It's a hard stretch, but out of habit, I arise.

Nothing is different than when I fell asleep, except that everything I left yesterday...

Has followed me to today.

It's a struggle, but I remind myself that everyone else is just like me...

Discontent...

Unsettled...

Wondering if there really is, indeed, a reason to continue...

But, in front of me dangles a string.

I look at it, and, as ever, I contemplate it.

That string is called "hope".

As much as I'd like to not grasp onto it and let its wings carry me until tomorrow...

Long before daylight...

As the rest of the world sleeps, I grab hold.

And, that tiny string carries me through my day.

I'd like to think that I am different...

That not all of us are living just like me, but, in fact, we are.

I am full of "woulda", "coulda", "shoulda"...

Yes,

I can...

I could...

I would...

And, I did.

As much as life told me I couldn't...

I did.

Today will be no different.

The sunrise challenges me...

I stare it in the face and challenge it back.

Neither the sun;

Nor the moon;

Nor can life;

Beat me.

I will win.

I always do.

I will forever fight to see the beatiful things...

A thousand of them.

My children;

My mother;

My sisters;

My friends;

Not one thing on earth can overcome their beauty.

Not one thing can overcome those...

Thousand beautiful things.

Tuesday, September 22, 2009

The Dance...





I remember the first time I ever heard this song.

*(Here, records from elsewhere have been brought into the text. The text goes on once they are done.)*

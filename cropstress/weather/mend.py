"""Small faults in the data: mended or masked, always counted; a systematic one is a fault of the run.

The rules, by kind:

- temperature_impossible: tmax or tmin outside -90 to 60 degC is masked.
- tmin_above_tmax: by up to 0.5 K, both are set to their mean; by more, masked.
- radiation_below_zero: from -0.1 to 0 MJ m-2 d-1 it is set to 0; below, masked.
- radiation_just_above_top_of_air: by up to 0.1 MJ m-2 d-1 (twilight) it is set to what reaches the
  top of the air.
- radiation_above_top_of_air: by up to 5 % it is set to that; beyond, masked.
- vapour_pressure_below_zero: masked.
- vapour_pressure_above_saturation: by up to 5 % above the mean saturation of tmax and tmin (FAO-56 Eq. 12)
  it is set to that; beyond, masked.
- wind_below_zero: masked.
- pressure_impossible: outside 30 to 110 kPa it is masked.
- rain_below_zero: from -0.1 to 0 mm d-1 it is set to 0; below, masked.

Each is counted by cell and day; counts carry the ending `_mended` or `_masked`. A day masked or missing in
any one variable is missing in all of them: nothing is computed from half a day. The limits are chosen here,
of the size of rounding and interpolation errors.
"""

from __future__ import annotations

from collections.abc import Mapping
from dataclasses import dataclass

import numpy as np

from cropstress.errors import Fault, count_of
from cropstress.weather.humidity import mean_saturation_vapour_pressure
from cropstress.weather.quantities import (
    HIGHEST_PRESSURE,
    HIGHEST_TEMPERATURE,
    LOWEST_PRESSURE,
    LOWEST_TEMPERATURE,
    QUANTITIES,
)

LARGEST_CROSSING = 0.5  # K; tmin above tmax by more is no rounding
NEAR_ZERO = 0.1  # MJ m-2 d-1 (1.2 W m-2: a night offset of a sensor, twilight) or mm d-1
LARGEST_EXCESS = 0.05  # 1; of radiation above the top of the air, of vapour pressure above saturation
ROUNDING = 1e-6  # 1; vapour pressure this close to saturation is at it: float32 holds 6e-8
SYSTEMATIC_SHARE = 0.01  # 1; of the cell-days
FEW = 5  # cell-days; so many are never called systematic, however small the grid
#: Kinds that change nothing of weight however often they come.
HARMLESS = ("radiation_below_zero_mended", "radiation_just_above_top_of_air_mended", "rain_below_zero_mended")

_WORDS = {
    "temperature_impossible": f"temperatures outside {LOWEST_TEMPERATURE:g} to {HIGHEST_TEMPERATURE:g} degC",
    "tmin_above_tmax": "the day's lowest temperature above its highest",
    "radiation_below_zero": "radiation below zero",
    "radiation_just_above_top_of_air": "radiation just above that at the top of the air",
    "radiation_above_top_of_air": "more radiation than reaches the top of the air",
    "vapour_pressure_below_zero": "vapour pressure below zero",
    "vapour_pressure_above_saturation": "vapour pressure above saturation (relative humidity above 100 %)",
    "wind_below_zero": "wind speed below zero",
    "pressure_impossible": f"air pressure outside {LOWEST_PRESSURE:g} to {HIGHEST_PRESSURE:g} kPa",
    "rain_below_zero": "rain below zero",
}


#: The variables each kind is about.
VARIABLES_OF = {
    "temperature_impossible": "tmax, tmin",
    "tmin_above_tmax": "tmax, tmin",
    "radiation_below_zero": "radiation",
    "radiation_just_above_top_of_air": "radiation",
    "radiation_above_top_of_air": "radiation",
    "vapour_pressure_below_zero": "vapour_pressure",
    "vapour_pressure_above_saturation": "vapour_pressure",
    "wind_below_zero": "wind",
    "pressure_impossible": "pressure",
    "rain_below_zero": "rain",
}


@dataclass(frozen=True)
class Worst:
    """The worst value of a kind.

    Attributes
    ----------
    excess : float
        How far beyond the limit.
    index : tuple of int
        Time step, row and column in the block.
    words : str
        The values, in words.
    """

    excess: float
    index: tuple[int, int, int]
    words: str


@dataclass(frozen=True)
class MendedBlock:
    """A block of days after mending.

    Attributes
    ----------
    arrays : dict of str to numpy.ndarray (time, Y, X) of float64
        The variables; a missing day is NaN in all of them.
    mended : numpy.ndarray (time, Y, X) of uint8
        1 where a value was changed and kept.
    counts : dict of str to int
        Cell-days by kind, only those that came up.
    worst : dict of str to Worst
        The worst value of each of these kinds.
    """

    arrays: dict[str, np.ndarray]
    mended: np.ndarray
    counts: dict[str, int]
    worst: dict[str, Worst]


class _Mending:
    """A block being mended."""

    def __init__(self, block: Mapping[str, np.ndarray]) -> None:
        self.arrays = {name: np.array(values, dtype=np.float64) for name, values in block.items()}
        shape = next(iter(self.arrays.values())).shape
        self.mended = np.zeros(shape, dtype=bool)
        self.masked = np.zeros(shape, dtype=bool)
        self.counts: dict[str, int] = {}
        self.worst: dict[str, Worst] = {}

    def mask(self, kind: str, where: np.ndarray, excess: np.ndarray, name: str) -> None:
        """Mark cell-days as missing."""
        self._count(f"{kind}_masked", where, excess, name)
        self.masked |= where

    def mend(
        self, kind: str, where: np.ndarray, excess: np.ndarray, name: str, values: np.ndarray | float
    ) -> None:
        """Replace values of a variable."""
        self._count(f"{kind}_mended", where, excess, name)
        self.arrays[name] = np.where(where, values, self.arrays[name])
        self.mended |= where

    def _count(self, kind: str, where: np.ndarray, excess: np.ndarray, name: str) -> None:
        count = int(where.sum())
        if count:
            self.counts[kind] = count
            flat = int(np.argmax(np.where(where, excess, -np.inf)))
            index = tuple(int(each) for each in np.unravel_index(flat, where.shape))
            words = f"{name} {self.arrays[name][index]:.6g} {QUANTITIES[name].unit}, too far by {excess[index]:.3g}"
            self.worst[kind] = Worst(float(excess[index]), (index[0], index[1], index[2]), words)

    def judge(
        self, kind: str, excess: np.ndarray, limit: np.ndarray | float, name: str, values: object
    ) -> None:
        """Mend what is beyond by no more than a limit, mask the rest."""
        beyond = excess > 0.0
        small = beyond & (excess <= limit)
        self.mask(kind, beyond & ~small, excess, name)
        self.mend(kind, small, excess, name, np.asarray(values))


def mend_block(block: Mapping[str, np.ndarray], extraterrestrial: np.ndarray) -> MendedBlock:
    """Mend or mask the small faults of a block of days by the rules above.

    Parameters
    ----------
    block : mapping of str to numpy.ndarray (time, Y, X)
        `tmax`, `tmin` [degC] and any of `vapour_pressure` [kPa], `radiation` [MJ m-2 d-1], `wind` [m s-1],
        `pressure` [kPa], `rain` [mm d-1]; NaN where missing. All that are given are needed.
    extraterrestrial : numpy.ndarray, broadcast against (time, Y, X)
        Radiation at the top of the air [MJ m-2 d-1].

    Returns
    -------
    MendedBlock
        New arrays; the input is not changed. Each cell and day is judged by itself, so blocks may be cut
        anyhow.
    """
    work = _Mending(block)
    with np.errstate(invalid="ignore", over="ignore"):
        _mend_temperature(work)
        if "radiation" in block:
            _mend_radiation(work, extraterrestrial)
        if "vapour_pressure" in block:
            _mend_vapour_pressure(work)
        if "wind" in block:
            wind = work.arrays["wind"]
            work.mask("wind_below_zero", wind < 0.0, -wind, "wind")
        if "pressure" in block:
            _mask_outside(work, "pressure_impossible", "pressure", LOWEST_PRESSURE, HIGHEST_PRESSURE)
        if "rain" in block:
            work.judge("rain_below_zero", -work.arrays["rain"], NEAR_ZERO, "rain", 0.0)
    missing = work.masked.copy()
    for values in work.arrays.values():
        missing |= np.isnan(values)
    arrays = {name: np.where(missing, np.nan, values) for name, values in work.arrays.items()}
    return MendedBlock(arrays, (work.mended & ~missing).astype(np.uint8), work.counts, work.worst)


def _mask_outside(work: _Mending, kind: str, name: str, low: float, high: float) -> None:
    values = work.arrays[name]
    excess = np.maximum(low - values, values - high)
    work.mask(kind, excess > 0.0, excess, name)


def _mend_temperature(work: _Mending) -> None:
    tmax, tmin = work.arrays["tmax"], work.arrays["tmin"]
    beyond = [np.maximum(LOWEST_TEMPERATURE - each, each - HIGHEST_TEMPERATURE) for each in (tmax, tmin)]
    highest = [np.max(np.where(np.isnan(each), -np.inf, each), initial=-np.inf) for each in beyond]
    excess = np.fmax(*beyond)
    work.mask("temperature_impossible", excess > 0.0, excess, "tmax" if highest[0] >= highest[1] else "tmin")
    crossing = np.where(work.masked, np.nan, tmin - tmax)
    mean = 0.5 * (tmax + tmin)
    work.mask("tmin_above_tmax", crossing > LARGEST_CROSSING, crossing, "tmin")
    small = (crossing > 0.0) & (crossing <= LARGEST_CROSSING)
    work.mend("tmin_above_tmax", small, crossing, "tmin", mean)
    work.arrays["tmax"] = np.where(small, mean, tmax)


def _mend_radiation(work: _Mending, extraterrestrial: np.ndarray) -> None:
    work.judge("radiation_below_zero", -work.arrays["radiation"], NEAR_ZERO, "radiation", 0.0)
    top = np.broadcast_to(extraterrestrial, work.mended.shape)
    excess = work.arrays["radiation"] - top
    work.mend(
        "radiation_just_above_top_of_air", (excess > 0.0) & (excess <= NEAR_ZERO), excess, "radiation", top
    )
    excess = work.arrays["radiation"] - top
    work.judge("radiation_above_top_of_air", excess, LARGEST_EXCESS * top, "radiation", top)


def _mend_vapour_pressure(work: _Mending) -> None:
    pressure = work.arrays["vapour_pressure"]
    work.mask("vapour_pressure_below_zero", pressure < 0.0, -pressure, "vapour_pressure")
    saturation = mean_saturation_vapour_pressure(work.arrays["tmax"], work.arrays["tmin"])
    saturation = np.where(
        work.masked, np.nan, saturation
    )  # an impossible temperature says nothing of humidity
    excess = np.where(pressure > saturation * (1.0 + ROUNDING), pressure - saturation, 0.0)
    work.judge(
        "vapour_pressure_above_saturation", excess, LARGEST_EXCESS * saturation, "vapour_pressure", saturation
    )


def judge_mends(
    counts: Mapping[str, int], cell_days: int, worst: Mapping[str, str | Worst] | None = None
) -> list[Fault]:
    """Tell which small faults are so many that they are systematic.

    Parameters
    ----------
    counts : mapping of str to int
        Cell-days by kind, of all blocks together.
    cell_days : int
        Cell-days that had data [1].
    worst : mapping of str to Worst or str, optional
        The worst example of each kind, better with its place and date in words.

    Returns
    -------
    list of Fault
        One for each kind that comes up in more than 1 % of the cell-days (and more than 5 of them), with the
        counts and the worst example.
    """
    faults = []
    for kind, count in counts.items():
        if kind in HARMLESS or count <= max(SYSTEMATIC_SHARE * cell_days, FEW):
            continue
        stem, _, done = kind.rpartition("_")
        example = (worst or {}).get(kind)
        shown = example.words if isinstance(example, Worst) else example
        share = f"{count} of {cell_days} cell-days ({100.0 * count / cell_days:.1f} %)"
        what = f"{_WORDS[stem]} in {share}, too many to be {done}"
        if shown:
            what += f"; the worst: {shown}"
        remedy = "Check the variable, its unit and its cell method, or mend the files."
        faults.append(Fault(what, f"weather: {VARIABLES_OF[stem]}", remedy))
    return faults


def mend_words(counts: Mapping[str, int]) -> list[str]:
    """Return what was mended or masked, in words for people, most first."""
    ordered = sorted(counts.items(), key=lambda item: -item[1])
    return [
        f"{_WORDS[kind.rpartition('_')[0]]}: {count_of(count, 'cell-day')} {kind.rpartition('_')[2]}"
        for kind, count in ordered
    ]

Not much of a fan of country music, but this guy, Garth Brooks, had a concert playing on HBO, and well, I heard that Billy Joel made an appearance when they taped it, and, people, I just had to see my Billy...

So, with anticipation, I watched...

The only thing I remember about the two hours in front of the television?

This song.

Very rarely am I moved by something that literally carries me.

This song does that.

It is a gentle reminder that, no matter how much I'm hurting;

No matter how much I regret;

No matter where I am in life...

That my life is just as it should be.

It shakes me back into reality, making me understand that life is simply a dance...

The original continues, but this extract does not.